Filling space with feelingsCan a sofa feel our pain when we lose love? The artist Arik Levy says his “Arik” sofa bleeds all over. Try watching his short film “Hug,” in which he embraces a woman for 12 minutes. Levy picks up one of three overlapping tables of varied heights. Underneath, the table reads, “I Can Love Again.”
Levy’s exhibition “Love_Counts,” which opened yesterday at Park Ryu Sook Gallery in the Cheongdam-dong area of southern Seoul, offers a humorous, refreshing, conceptually strong approach to the point where contemporary design meets art. A total of 31 works, including three short films, nine items of furniture, three carpets and 15 lighting fixtures, take up two floors of the gallery, which at first glance looks like the interior of a posh boutique, but which also suggests a way of life.
“This is a new approach for our gallery, known for mainstream traditional art works in Korea. With works by Levy, the gallery can remain young and new in concept,” said the curator, Lee Jin-suk.
The gallery space is strewn with odd-looking objects that perform simple functions, and with gadgets of complex design and materials. What distinguishes Levy’s works is their curious appeal to viewers’ hearts.
A carpet is cut like a puzzle, stimulating creativity. “Umbilical” lights have electric cords fancifully woven in macrame style. What looks like an anthromorphic mirror, “Splash,” is mounted on the wall; it was inspired by Levy’s passion for surfing.
“It’s from special alloy metal, so the image reflected on the surface appears distorted from a distance,” Levy said.

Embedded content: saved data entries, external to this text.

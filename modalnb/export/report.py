"""Self-contained, offline HTML report of one analysis (plotly with the library embedded).

Plotly is imported inside the functions, so importing this module keeps the headless core
free of plotting code. Every text that comes from a file (channel names, reasons, titles)
is HTML-escaped before it reaches the page or a figure.
"""

from __future__ import annotations

import html
import math
import os
from pathlib import Path
from typing import Any

import numpy as np
import xarray as xr

from .._display import PALETTE, decimate_for_display
from .._errors import ModalnbError
from .._files import atomic_write_text
from ._aside import ASIDE_COLUMNS, ASIDE_TITLE, aside_rows
from ._rows import CAUTION, hits_rows, modes_rows

__all__ = ["write_report", "report_html"]

def _e(x: Any) -> str:
    return html.escape(str(x), quote=True)


def _fmt(x: Any) -> str:
    if isinstance(x, bool):
        return "true" if x else "false"
    if isinstance(x, float):
        return "nan" if math.isnan(x) else f"{x:.6g}"
    return str(x)


def _table(rows: list[dict[str, Any]], columns: list[str], css: str) -> str:
    head = "".join(f"<th>{_e(c)}</th>" for c in columns)
    body = "".join(
        "<tr>" + "".join(f"<td>{_e(_fmt(r.get(c, '')))}</td>" for c in columns) + "</tr>" for r in rows
    )
    return f'<table class="{css}"><thead><tr>{head}</tr></thead><tbody>{body}</tbody></table>'


def _figures(records: xr.Dataset, result: xr.Dataset, model: xr.DataArray | None) -> list[Any]:
    import plotly.graph_objects as go
    from plotly.subplots import make_subplots

    figs = []
    time = records["time"].values
    hits = records["hit"].values
    accepted = dict(zip(result["hit"].values.tolist(), result["hit_accepted"].values.tolist(), strict=True))
    channels = [str(c) for c in records["channel"].values]
    # 1. spectra summed over channels, modes marked
    fs = float(records.attrs.get("sample_rate", 1 / np.median(np.diff(time))))
    use = time >= 0
    acc = [i for i, h in enumerate(hits) if accepted.get(int(h), True)] or list(range(len(hits)))
    spec = np.abs(np.fft.rfft(records["response"].values[acc][:, :, use], axis=-1)).mean(axis=0).sum(axis=0)
    freqs = np.fft.rfftfreq(int(use.sum()), 1 / fs)
    fx, fy = decimate_for_display(freqs, spec)
    fig = go.Figure(go.Scatter(x=fx, y=fy, mode="lines", line={"color": PALETTE.measured},
                               name="spectrum (sum of channels)"))
    for k, f in enumerate(result["frequency_hz"].values.tolist()):
        if np.isfinite(f):
            fig.add_vline(x=f, line={"color": PALETTE.mode, "dash": "dot"}, annotation_text=f"mode {k + 1}")
    fig.update_layout(title="Response spectrum, accepted hits (dotted: fitted modes)", xaxis_title="frequency [Hz]",
                      yaxis_title=f"|X| [{_e(records['response'].attrs.get('units', ''))}·s]", yaxis_type="log",
                      height=380, margin={"t": 50})
    figs.append(fig)
    # 2. force pulses per hit
    if "force" in records:
        fig = go.Figure(layout={"colorway": list(PALETTE.series)})
        win = (time >= -0.002) & (time <= 0.02)
        for i, h in enumerate(hits):
            fig.add_trace(go.Scatter(x=time[win] * 1e3, y=records["force"].values[i, win], mode="lines",
                                     name=f"hit {int(h)}" + ("" if accepted.get(int(h), True) else " (rejected)")))
        fig.update_layout(title="Hammer force per hit", xaxis_title="time [ms]",
                          yaxis_title=f"force [{_e(records['force'].attrs.get('units', ''))}]", height=340, margin={"t": 50})
        figs.append(fig)
    # 3. measured vs model and residual, first accepted hit, every channel
    i0 = acc[0]
    n_ch = len(channels)
    fig = make_subplots(rows=n_ch, cols=1, shared_xaxes=True, vertical_spacing=0.02,
                        subplot_titles=[_e(c) for c in channels])
    for c in range(n_ch):
        y = records["response"].values[i0, c]
        tt, yy = decimate_for_display(time, y)
        fig.add_trace(go.Scatter(x=tt, y=yy, mode="lines", line={"color": PALETTE.measured, "width": 1},
                                 name="measured", legendgroup="m", showlegend=c == 0), row=c + 1, col=1)
        if model is not None:
            m = model.isel(hit=i0, channel=c)
            mt = m["time"].values
            tt, yy = decimate_for_display(mt, m.values)
            fig.add_trace(go.Scatter(x=tt, y=yy, mode="lines", line={"color": PALETTE.model, "width": 1},
                                     name="fitted model", legendgroup="f", showlegend=c == 0), row=c + 1, col=1)
            sel = np.isin(time, mt)
            tt, yy = decimate_for_display(mt, y[sel] - m.values)
            fig.add_trace(go.Scatter(x=tt, y=yy, mode="lines", line={"color": PALETTE.residual, "width": 1},
                                     name="residual", legendgroup="r", showlegend=c == 0), row=c + 1, col=1)
    fig.update_layout(title=f"Hit {int(hits[i0])}: measured, fitted model and residual", height=max(400, 170 * n_ch),
                      margin={"t": 60})
    fig.update_xaxes(title_text="time [s]", row=n_ch, col=1)
    figs.append(fig)
    return figs


def report_html(
    records: xr.Dataset,
    result: xr.Dataset,
    checks: xr.Dataset | None = None,
    *,
    model: xr.DataArray | None = None,
    title: str = "modalnb report",
) -> str:
    """The report as one HTML string (plotly.js embedded once; works offline).

    Parameters
    ----------
    records : xarray.Dataset
        The record set.
    result : xarray.Dataset
        Output of :func:`modalnb.fit_modes`.
    checks : xarray.Dataset, optional
        Output of :func:`modalnb.check_hits` (warnings column).
    model : xarray.DataArray, optional
        Fitted model over (hit, channel, time) in the fit window, drawn over the data.
        Default: rebuilt from the table's poles (:func:`modalnb.estimate.model_traces`).
    title : str
        Page title (escaped).

    Returns
    -------
    str
        A complete HTML page; it keeps the safety caution (estimates, not certification).

    Examples
    --------
    >>> from modalnb import fit_modes, records_from_arrays
    >>> t = np.arange(2048) / 1024.0
    >>> ds = records_from_arrays(np.exp(-2 * t) * np.sin(2 * np.pi * 40 * t), 1024.0)
    >>> page = report_html(ds, fit_modes(ds), title="bay <3>")
    >>> page.startswith("<!DOCTYPE html>"), "<title>bay &lt;3&gt;</title>" in page
    (True, True)
    """
    if model is None:
        from ..estimate import model_traces

        try:
            model = model_traces(records, result)
        except (ModalnbError, np.linalg.LinAlgError):
            model = None  # the report still shows the data, the table and the decisions
    figs = _figures(records, result, model)
    parts = []
    for i, fig in enumerate(figs):
        parts.append(fig.to_html(full_html=False, include_plotlyjs=(i == 0), config={"displaylogo": False}))
    m_rows = modes_rows(result)
    m_cols = [c for c in ("mode", "frequency_hz", "frequency_hz_std", "damping_ratio", "damping_ratio_std", "regime",
                          "q_factor", "damped_frequency_hz", "xcheck_log_decrement_damping",
                          "xcheck_half_power_damping", "xcheck_hilbert_damping", "status")
              if not m_rows or c in m_rows[0]]
    s_rows = []
    for k, mode in enumerate(result["mode"].values.tolist()):
        for c, ch in enumerate(result["channel"].values.tolist()):
            s_rows.append({"mode": mode, "channel": ch,
                           "amplitude": float(result["shape_amplitude"].values[k, c]),
                           "phase_deg": float(result["shape_phase_deg"].values[k, c])})
    h_rows = hits_rows(result, checks)
    attrs = {k: v for k, v in result.attrs.items() if k != "recipe"}
    pal = PALETTE
    css = f"""
body{{font-family:system-ui,sans-serif;margin:1.5em auto;max-width:1100px;color:{pal.text}}}
table{{border-collapse:collapse;margin:.6em 0 1.4em}}td,th{{border:1px solid {pal.grid};padding:.25em .6em;text-align:left}}
th{{background:{pal.header}}}.caution{{border-left:5px solid {pal.error};background:{pal.caution};padding:.6em 1em}}
code{{background:{pal.header};padding:0 .2em}}
"""
    body = [
        f"<h1>{_e(title)}</h1>",
        f'<p class="caution"><b>Caution.</b> {_e(CAUTION)}</p>',
        "<h2>Modal table</h2>",
        _table(m_rows, m_cols, "modes"),
        "<h2>Mode shapes</h2>",
        "<p>Amplitude normalised to 1 on the largest channel, phase in degrees relative to it; "
        "sensor direction signs removed.</p>",
        _table(s_rows, ["mode", "channel", "amplitude", "phase_deg"], "shapes"),
        f"<h2>{_e(ASIDE_TITLE)}</h2>",
        "<p>Fitted poles that are residual terms of the model, not modes (they absorb the "
        "force pulse, an offset, out-of-band modes or noise; they stay in the model so the "
        "modes' numbers do not change), each with the reason.</p>",
        _table(aside_rows(result), list(ASIDE_COLUMNS), "aside") if aside_rows(result)
        else "<p><i>none</i></p>",
        "<h2>Hit decisions</h2>",
        _table(h_rows, ["hit", "accepted", "reason", "warnings"], "hits"),
        "<h2>Figures</h2>",
        *parts,
        "<h2>Settings</h2>",
        f"<pre>{_e(attrs)}</pre>",
    ]
    return (
        "<!DOCTYPE html>\n<html lang=\"en\"><head><meta charset=\"utf-8\">"
        f"<title>{_e(title)}</title><style>{css}</style></head><body>\n"
        + "\n".join(body)
        + "\n</body></html>\n"
    )


def write_report(
    records: xr.Dataset,
    result: xr.Dataset,
    checks: xr.Dataset | None,
    path: str | os.PathLike[str],
    **kwargs: Any,
) -> Path:
    """Write :func:`report_html` to `path` atomically and return the path.

    Examples
    --------
    >>> import tempfile
    >>> from modalnb import fit_modes, records_from_arrays
    >>> t = np.arange(2048) / 1024.0
    >>> ds = records_from_arrays(np.exp(-2 * t) * np.sin(2 * np.pi * 40 * t), 1024.0)
    >>> out = write_report(ds, fit_modes(ds), None, Path(tempfile.mkdtemp()) / "report.html")
    >>> out.name, out.stat().st_size > 1_000_000  # plotly.js embedded: opens offline
    ('report.html', True)
    """
    return atomic_write_text(path, report_html(records, result, checks, **kwargs))
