def format_hit_report(checks: xr.Dataset, source: str | None = None) -> str:
    """Plain-text table of :func:`check_hits` results, one line per hit, plus a summary.

    Parameters
    ----------
    checks : xarray.Dataset
        The result of :func:`check_hits`.
    source : str, optional
        Where the records came from, printed on the first line.

    Returns
    -------
    str
        Aligned columns (hit, accepted yes/no, peak force, pulse duration, second
        excursion, clipped samples, SNR, force roll-off, end level, reason / warnings)
        with units in the header, and a last line such as "4 of 6 hits accepted".

    Examples
    --------
    >>> import numpy as np
    >>> from modalnb.records import records_from_arrays
    >>> t = np.arange(-64, 1984) / 2048.0
    >>> x = np.exp(-20 * t) * np.sin(2 * np.pi * 100 * t) * (t >= 0)
    >>> rng = np.random.default_rng(1)
    >>> ds = records_from_arrays(x + 1e-5 * rng.standard_normal(t.size), 2048.0, t0=t[0])
    >>> print(format_hit_report(check_hits(ds)).splitlines()[-1])
    1 of 1 hits accepted
    """
    if not isinstance(checks, xr.Dataset) or "accepted" not in checks.data_vars:
        raise ModalnbError(
            "format_hit_report expects the Dataset returned by check_hits (with 'accepted')."
        )
    f_units = checks["peak_force"].attrs.get("units", "") if "peak_force" in checks else ""
    cols = [  # header, variable, format, scale
        (f"peak force [{f_units}]" if f_units else "peak force", "peak_force", ".4g", 1.0),
        ("pulse [ms]", "pulse_duration_s", ".3g", 1e3),
        ("2nd hit [%]", "double_hit_ratio", ".1f", 100.0),
        ("clipped [samples]", "clipped_samples", "d", 1),
        ("SNR [dB]", "snr_db", ".1f", 1.0),
        ("roll-off [dB]", "force_rolloff_db", ".1f", 1.0),
        ("end [dB]", "end_level_db", ".1f", 1.0),
    ]
    rows: list[list[str]] = []
    for i, hit in enumerate(checks["hit"].values):
        row = []
        for _, var, spec, scale in cols:
            value = checks[var].values[i]
            row.append(str(int(value)) if spec == "d" else _fmt(scale * float(value), spec))
        ok = bool(checks["accepted"].values[i])
        notes = []
        if str(checks["reason"].values[i]):
            notes.append("rejected: " + str(checks["reason"].values[i]))
        if str(checks["warnings"].values[i]):
            notes.append("warnings: " + str(checks["warnings"].values[i]))
        rows.append([str(int(hit)), "yes" if ok else "no", *row, " | ".join(notes)])
    header = ["hit", "accepted", *(c[0] for c in cols), "reason / warnings"]
    widths = [max(len(header[j]), *(len(r[j]) for r in rows)) for j in range(len(header) - 1)]
    lines = []
    if source:
        lines.append(f"hit checks for {source}")
    band = checks.attrs.get("band_hz", "")
    if band:
        lines.append(f"band of interest {band} Hz")

    def line(cells: list[str]) -> str:
        left = [cells[0].rjust(widths[0]), cells[1].ljust(widths[1])]
        rest = [c.rjust(w) for c, w in zip(cells[2:-1], widths[2:], strict=True)]
        return "  ".join([*left, *rest, cells[-1]]).rstrip()

    lines.append(line(header))
    lines.append(line(["-" * w for w in widths] + ["-" * len(header[-1])]))
    lines.extend(line(r) for r in rows)
    n_ok = int(np.count_nonzero(checks["accepted"].values))
    lines.append(f"{n_ok} of {len(rows)} hits accepted")
    return "\n".join(lines)
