"""Table cells for people (terminal table, HTML report): every number through
:mod:`modalnb._numbers`, so a value and its uncertainty are rounded as JCGM 100:2008 (GUM)
7.2.6 says and no cell holds e-notation. The files keep full precision (:mod:`._rows`).
"""

from __future__ import annotations

import math
from typing import Any

from .._numbers import NA, format_quantity, split_with_uncertainty

__all__ = ["pm_cell", "damping_cell", "number_cell", "is_number"]


def is_number(x: Any) -> bool:
    """True for a real number (not a bool, not text)."""
    return isinstance(x, (int, float)) and not isinstance(x, bool)


def pm_cell(value: Any, u: Any, unit: str, *, scale: float = 1.0) -> str:
    """``"value ± u"`` in `unit` (the column's), rounded per GUM 7.2.6.

    The unit is written in the cell only when the uncertainty moved the numbers to a larger
    one (``"12.35 ± 0.15 kHz"`` in a column headed ``[Hz]``). A missing uncertainty gives the
    value alone to at most 6 significant digits, ``"(u n/a)"`` after it.

    Examples
    --------
    >>> pm_cell(32.61508823, 0.00015056, "Hz")
    '32.61509 ± 0.00015'
    >>> pm_cell(0.014998527, 4.6026e-06, "%", scale=100)
    '1.49985 ± 0.00046'
    >>> pm_cell(12345.678, 153.0, "Hz")
    '12.35 ± 0.15 kHz'
    """
    if not is_number(value):
        return "-" if value in (None, "") else str(value)
    v = float(value) * scale
    uu = float(u) * scale if is_number(u) else math.nan
    v_text, u_text, shown = split_with_uncertainty(v, uu, unit=unit)
    if v_text == NA:
        return NA
    tail = f" {shown}" if shown != unit else ""
    if u_text in (NA, "∞", "0") or v_text in ("∞", "-∞"):
        note = {NA: "u n/a", "∞": "u unbounded", "0": "u = 0"}.get(u_text, "u n/a")
        return f"{v_text}{tail} ({note})"
    return f"{v_text} ± {u_text}{tail}"


def damping_cell(ratio: Any) -> str:
    """A damping ratio as a bare number in per cent, 3 significant digits (common practice).

    Examples
    --------
    >>> damping_cell(0.0150432)
    '1.50'
    """
    if not is_number(ratio):
        return "-" if ratio in (None, "") else str(ratio)
    return format_quantity(float(ratio), "damping_pct", unit=False)


def number_cell(x: Any, kind: str) -> str:
    """A bare number of a :data:`modalnb._numbers.KINDS` kind (the heading carries the unit).

    Examples
    --------
    >>> number_cell(33.3366, "ratio"), number_cell(-12.345, "phase_deg")
    ('33.3', '-12.3')
    """
    if not is_number(x):
        return "-" if x in (None, "") else str(x)
    return format_quantity(float(x), kind, unit=False)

In designing the space, he says, he hoped to break down boundaries between photography, furniture design, lighting and so on.
Since graduating from Art Center Europe in 1991, the Paris-based artist has participated in numerous exhibitions and seen his work displayed in museums worldwide. In 2003, Levy received the Interior Innovation Award in “The Best of Best” category in Cologne. Earlier this year, two of the “Umbilical” series, “Umbilical Ball” and “Umbilical Knitted,” were added to the permanent collection at the Victoria and Albert Museum in London.
He insists his work is not interior decoration, because he works with raw materials. “My works are not just for visual effects, but to enhance feelings in people,” he said. “I’m a visual storyteller, a Techno poet.”
The JoongAng Daily spoke with Levy at the gallery.
Q. You call yourself a Techno poet. Do you consider yourself more analog or digital?
A. I use technologies to express my feelings. When I take pictures, I use simple digital cameras. A furniture company, Ligne Roset, for example, provides me with its furniture and I rework it.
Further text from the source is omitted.